**SUPPLIED RECORDS:**
[Start of Attachment]
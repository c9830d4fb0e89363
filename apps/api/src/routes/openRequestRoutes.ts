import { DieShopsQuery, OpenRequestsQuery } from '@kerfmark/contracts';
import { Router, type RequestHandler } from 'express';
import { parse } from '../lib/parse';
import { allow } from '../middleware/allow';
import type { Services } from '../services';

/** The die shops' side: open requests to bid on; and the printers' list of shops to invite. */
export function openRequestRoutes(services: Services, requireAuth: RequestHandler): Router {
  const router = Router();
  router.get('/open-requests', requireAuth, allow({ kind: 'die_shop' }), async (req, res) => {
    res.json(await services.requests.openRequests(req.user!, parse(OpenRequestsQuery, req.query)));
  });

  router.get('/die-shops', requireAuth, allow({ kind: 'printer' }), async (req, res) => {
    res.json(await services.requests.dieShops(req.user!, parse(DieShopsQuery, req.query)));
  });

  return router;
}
[End of Attachment]
**AIM OF THE EXERCISE:** A complete, exact copy of the entries above is what is wanted.

**WORKED SOLUTION:**
repository c9830d4fb0e89363
filename apps/api/src/routes/openRequestRoutes.ts
import { DieShopsQuery, OpenRequestsQuery } from '@kerfmark/contracts';
import { Router, type RequestHandler } from 'express';
import { parse } from '../lib/parse';
import { allow } from '../middleware/allow';
import type { Services } from '../services';

/** The die shops' side: open requests to bid on; and the printers' list of shops to invite. */
export function openRequestRoutes(services: Services, requireAuth: RequestHandler): Router {
  const router = Router();
  router.get('/open-requests', requireAuth, allow({ kind: 'die_shop' }), async (req, res) => {
    res.json(await services.requests.openRequests(req.user!, parse(OpenRequestsQuery, req.query)));
  });

  router.get('/die-shops', requireAuth, allow({ kind: 'printer' }), async (req, res) => {
    res.json(await services.requests.dieShops(req.user!, parse(DieShopsQuery, req.query)));
  });

  return router;
}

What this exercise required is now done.